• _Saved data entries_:
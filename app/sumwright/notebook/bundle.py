"""A whole notebook as one open file: a zip of JSON and CSV with a manifest of checksums, and the way back in.

In the zip: `manifest.json` (SHA-256 and size of every other file), `notebook.json`, `sheets/N.json` (a sheet at work
and its undo history), `log/NNNN.json` (an entry as it was hashed), `log.csv` (the same for a spreadsheet), and, for
people and for the command line only, `designs/NNNN.json` (a frozen design as a design file) and `tables/NNNN.csv`
(readings and captures). Reading never touches the disk: every name must be one of these, every size is counted while it
is unpacked, and the chain of hashes must hold.
"""

from __future__ import annotations

import csv
import io
import re
import zipfile
import zlib
from dataclasses import dataclass
from typing import Any

from .entries import KINDS, Entry, checked_body, flaws, utc_now
from .store import HISTORY_MOST, STATE_MOST, Notebook, Sheet, Store
from .text import InvalidNotebookFile, InvalidText, canonical, clean_line, csv_cell, other_format, read_json, sha256

FORMAT = "sumwright-notebook/1"
BACKUP_FORMAT = "sumwright-backup/1"
FILE_MOST = 64_000_000  # bytes of the zip
UNPACKED_MOST = 256_000_000  # bytes of all that is in it
MEMBER_MOST = 24_000_000  # bytes of one file in it
COUNT_MOST = 20_000  # files in it

_NAMES = re.compile(
    r"manifest\.json|notebook\.json|log\.csv|sheets/[1-9][0-9]{0,4}\.json|log/[0-9]{4,7}\.json"
    r"|designs/[0-9]{4,7}\.json|tables/[0-9]{4,7}\.csv"
)
_TIME = re.compile(r"\d{4}-\d\d-\d\dT\d\d:\d\d:\d\d\.\d{6}Z")
_ID = re.compile(r"[a-z2-7]{16}")
_HASH = re.compile(r"[0-9a-f]{64}")


@dataclass(frozen=True, slots=True)
class Restored:
    """What a restore did with one notebook: `added`, `same` (it was there already) or `copied` (it differed)."""

    title: str
    id: str
    what: str


def is_id(text: str) -> bool:
    """Whether a text is what a notebook's id looks like."""
    return _ID.fullmatch(text) is not None


def export_notebook(store: Store, key: str) -> bytes:
    """The notebook of that id as a zip."""
    notebook, sheets, entries = store.whole(key)
    return pack(notebook, sheets, entries)


def pack(notebook: Notebook, sheets: list[Sheet], entries: list[Entry]) -> bytes:
    """Write a notebook, its sheets and its log as a zip."""
    files: dict[str, bytes] = {
        "notebook.json": _json(
            {
                "id": notebook.id, "origin": notebook.origin, "title": notebook.title,
                "created_at": notebook.created_at, "created_by": notebook.created_by,
                "archived_at": notebook.archived_at, "length": notebook.length, "head": notebook.head,
            }
        ),
        "log.csv": _log_table(entries),
    }  # fmt: skip
    for sheet in sheets:
        files[f"sheets/{sheet.number}.json"] = _json(
            {
                "number": sheet.number, "title": sheet.title, "state": sheet.state, "history": sheet.history,
                "saved_at": sheet.saved_at, "saved_by": sheet.saved_by,
            }
        )  # fmt: skip
    for entry in entries:
        files[f"log/{entry.number:04d}.json"] = _json(entry.as_dict())
        if entry.kind == "frozen":
            files[f"designs/{entry.number:04d}.json"] = _json(entry.body["design"])
        if "csv" in entry.body:
            files[f"tables/{entry.number:04d}.csv"] = entry.body["csv"].encode("utf-8")
    return _zip({"format": FORMAT, "notebook": notebook.id, "made": utc_now()}, files)


def import_notebook(store: Store, data: bytes, *, author: str | None = None) -> Notebook:
    """Add a notebook from a zip; under a new id when its own is taken, so that nothing is overwritten.

    Raises
    ------
    InvalidNotebookFile
        If anything in it is not as `pack` writes it; nothing of it is kept then.
    """
    notebook, sheets, entries = unpack(data)
    return store.put(notebook, sheets, entries)


def unpack(data: bytes) -> tuple[Notebook, list[Sheet], list[Entry]]:
    """Read and check a notebook's zip, whoever made it."""
    _, files = _unzip(data, _NAMES, FORMAT)
    try:
        about = _object("notebook.json", read_json("notebook.json", files.pop("notebook.json")))
    except KeyError:
        raise InvalidNotebookFile("The notebook file holds no notebook.json.") from None
    try:
        sheets, entries = [], []
        for name, held in sorted(files.items(), key=_by_number):
            if name.startswith("sheets/"):
                sheets.append(_sheet(name, _object(name, read_json(name, held)), about))
            elif name.startswith("log/"):
                entries.append(_entry(name, _object(name, read_json(name, held))))
        notebook = Notebook(
            id=_matched("notebook.json, id", about["id"], _ID),
            origin=_matched("notebook.json, origin", about["origin"], _ID),
            title=clean_line("notebook.json, title", about["title"]),
            created_at=_matched("notebook.json, created_at", about["created_at"], _TIME),
            created_by=clean_line("notebook.json, created_by", about["created_by"]),
            archived_at=None
            if about["archived_at"] is None
            else _matched("notebook.json, archived_at", about["archived_at"], _TIME),
            length=_count("notebook.json, length", about["length"]),
            head=_matched("notebook.json, head", about["head"], _HASH),
        )
    except KeyError as error:
        raise InvalidNotebookFile(f"The notebook file lacks {error}.") from None
    except InvalidText as error:
        raise InvalidNotebookFile(f"The notebook file cannot be taken in: {error}") from None
    if not sheets:
        raise InvalidNotebookFile("The notebook file holds no sheet.")
    if len({sheet.number for sheet in sheets}) != len(sheets):
        raise InvalidNotebookFile("The notebook file holds a sheet number twice.")
    if flawed := flaws(notebook.origin, entries):
        raise InvalidNotebookFile(f"The log of the notebook file does not hold: {flawed[0].why}.")
    if len(entries) != notebook.length or (entries and entries[-1].sha256 != notebook.head):
        raise InvalidNotebookFile(f"The log had {notebook.length} entries; {len(entries)} are in the notebook file.")
    return notebook, sheets, entries


def backup(store: Store) -> bytes:
    """Every notebook, archived ones too, as one zip of notebook files; each is read at one moment while others write."""
    files = {}
    for notebook in [*store.notebooks(most=10**9), *store.notebooks(archived=True, most=10**9)]:
        files[f"notebooks/{notebook.id}.zip"] = export_notebook(store, notebook.id)
    return _zip({"format": BACKUP_FORMAT, "made": utc_now()}, files)


def restore(store: Store, data: bytes) -> list[Restored]:
    """Bring back what a backup holds and the store does not; a notebook that differs is added as a copy.

    Nothing in the store is changed, so a restore may be run twice and while people work.
    """
    _, files = _unzip(data, re.compile(r"notebooks/[a-z2-7]{16}\.zip"), BACKUP_FORMAT, most=FILE_MOST, whole=2**40)
    read = {name: unpack(held) for name, held in sorted(files.items())}  # all is checked before any is written
    there = {n.id: n for n in [*store.notebooks(most=10**9), *store.notebooks(archived=True, most=10**9)]}
    done = []
    for notebook, sheets, entries in read.values():
        if notebook.id in there:
            _, sheets_now, entries_now = store.whole(notebook.id)
            if _content(sheets) == _content(sheets_now) and entries == entries_now[: len(entries)]:
                done.append(Restored(notebook.title, notebook.id, "same"))
                continue
        added = store.put(notebook, sheets, entries)
        done.append(Restored(added.title, added.id, "copied" if added.id != notebook.id else "added"))
    return done


def _content(sheets: list[Sheet]) -> list[tuple[Any, ...]]:
    return [(s.number, s.title, canonical(s.state), canonical(s.history)) for s in sheets]


def _json(value: Any) -> bytes:
    return (canonical(value) + "\n").encode("utf-8")


def _log_table(entries: list[Entry]) -> bytes:
    out = io.StringIO(newline="")
    table = csv.writer(out)
    table.writerow(["number", "time (UTC)", "author", "kind", "sheet", "text", "sha256"])
    for e in entries:
        text = e.body.get("text", e.summary)
        table.writerow([e.number, e.at, csv_cell(e.author), e.kind, e.sheet or "", csv_cell(text), e.sha256])
    return out.getvalue().encode("utf-8")


def _zip(about: dict[str, Any], files: dict[str, bytes]) -> bytes:
    sums = {name: {"bytes": len(held), "sha256": sha256(held)} for name, held in sorted(files.items())}
    out = io.BytesIO()
    with zipfile.ZipFile(out, "w", zipfile.ZIP_DEFLATED) as packed:
        packed.writestr("manifest.json", _json({**about, "files": sums}))
        for name in sorted(files):
            packed.writestr(name, files[name])
    return out.getvalue()


def _unzip(
    data: bytes, names: re.Pattern[str], form: str, *, most: int = MEMBER_MOST, whole: int = UNPACKED_MOST
) -> tuple[dict[str, Any], dict[str, bytes]]:
    """The manifest and the files of a zip, every limit checked before and again while unpacking."""
    if form == FORMAT and len(data) > FILE_MOST:
        raise InvalidNotebookFile(f"The notebook file has {len(data)} bytes; at most {FILE_MOST} are read.")
    files: dict[str, bytes] = {}
    try:
        with zipfile.ZipFile(io.BytesIO(data)) as packed:
            members = packed.infolist()
            if len(members) > COUNT_MOST:
                raise InvalidNotebookFile(f"The zip holds {len(members)} files; at most {COUNT_MOST} are read.")
            left = whole
            for member in members:
                name = member.filename
                if name != "manifest.json" and not names.fullmatch(name):
                    raise InvalidNotebookFile(f"The zip holds {name[:80]!r}, which does not belong in it.")
                if name in files:
                    raise InvalidNotebookFile(f"The zip holds {name} twice.")
                if member.flag_bits & 1:
                    raise InvalidNotebookFile(f"{name} in the zip is encrypted; it must be open.")
                if member.compress_type not in (zipfile.ZIP_STORED, zipfile.ZIP_DEFLATED):
                    raise InvalidNotebookFile(
                        f"{name} in the zip is packed by method {member.compress_type}; use deflate."
                    )
                room = min(most, left)
                with packed.open(member) as stream:  # the size the zip states is not believed
                    held = stream.read(room + 1)
                if len(held) > room:
                    raise InvalidNotebookFile(f"{name} in the zip unpacks to more than {room} bytes.")
                left -= len(held)
                files[name] = held
    except (zipfile.BadZipFile, zlib.error, EOFError, NotImplementedError, RuntimeError, ValueError, OSError) as error:
        if isinstance(error, InvalidNotebookFile):
            raise
        raise InvalidNotebookFile(f"The file is not a zip that can be read: {error}.") from None
    if "manifest.json" not in files:
        raise InvalidNotebookFile("The zip holds no manifest.json; it is not one of Sumwright's.")
    manifest = _object("manifest.json", read_json("manifest.json", files.pop("manifest.json")))
    if manifest.get("format") != form:
        raise other_format("The file", manifest.get("format"), form)
    sums = _object("manifest.json, files", manifest.get("files"))
    for name in sorted(sums.keys() ^ files.keys()):
        raise InvalidNotebookFile(f"{name[:80]!r} stands in only one of the zip and its manifest.")
    for name, held in files.items():
        if _object(f"manifest.json, {name}", sums[name]).get("sha256") != sha256(held):
            raise InvalidNotebookFile(f"{name} in the zip is not what its manifest says: its SHA-256 differs.")
    return manifest, files


def _by_number(item: tuple[str, bytes]) -> tuple[str, int]:
    folder, _, name = item[0].rpartition("/")
    digits = name.split(".")[0]
    return folder, int(digits) if digits.isdigit() else 0


def _object(what: str, value: Any) -> dict[str, Any]:
    if not isinstance(value, dict):
        raise InvalidNotebookFile(f"{what} must be an object; it is {type(value).__name__}.")
    return value


def _matched(what: str, value: Any, pattern: re.Pattern[str]) -> str:
    if not isinstance(value, str) or not pattern.fullmatch(value):
        raise InvalidNotebookFile(f"{what} is {str(value)[:60]!r}, which is not what belongs there.")
    return value


def _count(what: str, value: Any) -> int:
    if type(value) is not int or not 0 <= value <= 10**7:
        raise InvalidNotebookFile(f"{what} is {str(value)[:60]!r}; it must be a whole number from 0.")
    return value


def _sheet(name: str, held: dict[str, Any], about: dict[str, Any]) -> Sheet:
    for key, most in (("state", STATE_MOST), ("history", HISTORY_MOST)):
        if len(canonical(_object(f"{name}, {key}", held.get(key))).encode("utf-8", "surrogatepass")) > most:
            raise InvalidNotebookFile(f"{name}, {key} is larger than {most} bytes.")
    return Sheet(
        notebook=str(about.get("id")),
        number=_count(f"{name}, number", held["number"]),
        title=clean_line(f"{name}, title", held["title"]),
        state=held["state"],
        history=held["history"],
        revision=1,
        saved_at=_matched(f"{name}, saved_at", held["saved_at"], _TIME),
        saved_by=clean_line(f"{name}, saved_by", held["saved_by"]),
    )


def _entry(name: str, held: dict[str, Any]) -> Entry:
    if held.get("kind") not in KINDS:
        raise InvalidNotebookFile(f"{name}, kind is {str(held.get('kind'))[:40]!r}; it is one of {', '.join(KINDS)}.")
    body = _object(f"{name}, body", held["body"])
    checked_body(held["kind"], body)
    sheet = held["sheet"]
    return Entry(
        number=_count(f"{name}, number", held["number"]),
        kind=held["kind"],
        at=_matched(f"{name}, at", held["at"], _TIME),
        author=clean_line(f"{name}, author", held["author"]),
        sheet=None if sheet is None else _count(f"{name}, sheet", sheet),
        body=body,
        previous=_matched(f"{name}, previous", held["previous"], _HASH),
        sha256=_matched(f"{name}, sha256", held["sha256"], _HASH),
    )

• _Action item_: Using the entries above, say how many lines contain the string "compile"; the number is the full reply.

• _Solution for this task_: 5